# Dry days



## de Mexicaan (Apr 16, 2012)

Hello,
I am planning to have a dinner outside tonight and would prefer to have some beers or wine with it. Apparently it is/was a dry day for Israa & Miaraj Night.
Anybody knows at what time alcohol will be served again?

Also, is there a list of islamic days that are dry days in Dubai? Did not manage to find it sofar.

Thanks!


----------



## Brav0 (Feb 11, 2013)

de Mexicaan said:


> Hello,
> I am planning to have a dinner outside tonight and would prefer to have some beers or wine with it. Apparently it is/was a dry day for Israa & Miaraj Night.
> Anybody knows at what time alcohol will be served again?
> 
> ...


Hi I am not sure about providing you a list, as I think dont think they follow a set pattern each year (like they do in the UK)

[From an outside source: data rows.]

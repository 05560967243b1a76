"""The check with the exact buckling analysis switched off (``check_model(..., exact=False)``).

Our own checks (no published values are involved): switched off, the exact columns are empty and
say why, nothing is limited to an exact factor, and every other number is the one the full check
gives where the exact factor did not limit it.
"""

from __future__ import annotations

import numpy as np
import pytest
from flangewise.engine.buckling import EXACT_NOTES
from flangewise.engine.check import check_model
from flangewise.postproc.cli import sample_path
from flangewise.readers import load_model

#: Columns that come from the exact analysis, or from the factor it may limit.
EXACT_DEPENDENT = {
    "exact_factor",
    "Mcr_exact",
    "exact_elements",
    "exact_note",
    "Mr_exact",
    "utilization_exact",
    "factor",
    "Mcr",
    "Mr",
    "utilization",
    "status",
    "flags",
    "flag_code-factor-high",
}


@pytest.fixture(scope="module")
def both():
    model = load_model(sample_path("industrial_shed"))
    return check_model(model).results, check_model(model, exact=False).results


def test_without_the_exact_analysis_the_other_columns_are_unchanged(both):
    on, off = both
    for column in on.columns.difference(sorted(EXACT_DEPENDENT)):
        assert on[column].equals(off[column]), column
    # Where the exact factor limited nothing, the factor and all that follows are the same too.
    free = ~on["flag_code-factor-high"].to_numpy()
    for column in ("factor", "Mcr", "Mr", "utilization"):
        np.testing.assert_array_equal(on[column].to_numpy()[free], off[column].to_numpy()[free])


def test_without_the_exact_analysis_nothing_is_limited_and_the_note_says_why(both):
    on, off = both
    assert on["flag_code-factor-high"].any(), "the shed should have a limited pair to compare"
    assert not off["flag_code-factor-high"].any()
    np.testing.assert_array_equal(off["factor"].to_numpy(), off["factor_basis"].to_numpy())
    assert off["exact_factor"].isna().all() and (off["exact_elements"] == 0).all()
    analysed = on["exact_factor"].notna().to_numpy()
    assert set(off["exact_note"].to_numpy()[analysed]) == {EXACT_NOTES[3]}
    # Pairs with no fork supports keep their own reason.
    reasons = on["exact_note"].to_numpy()[~analysed]
    np.testing.assert_array_equal(off["exact_note"].to_numpy()[~analysed], reasons)


def test_the_exact_basis_needs_the_exact_analysis():
    model = load_model(sample_path("two_span_beam"))
    settings = model.settings.check.__class__(gradient="exact")
    with pytest.raises(ValueError, match="exact"):
        check_model(model, settings, exact=False)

My partner works in a hotel and they stopped serving alcohol last night at 7pm and I believe they start again at 8pm tonight 

So as long as you go out for dinner at 8 tonight you should be ok, although I would guess a lot of people will do the same 

Hope this helps

JT


----------



## de Mexicaan (Apr 16, 2012)

I think I will go tomorrow, with our 3-yo daughter we have to go early.


----------



## JF777 (Jun 6, 2013)

Just google the UAE public holidays for the year. Other than the National day + New Years, rest all are religious holidays. So keep your stock handy. Good luck


----------



## de Mexicaan (Apr 16, 2012)

JF777 said:


> Just google the UAE public holidays for the year. Other than the National day + New Years, rest all are religious holidays. So keep your stock handy. Good luck


Thanks. I am never out of stock  but it is disappointing if you go out for a drink on a public holiday and all you get is a fruit juice.


----------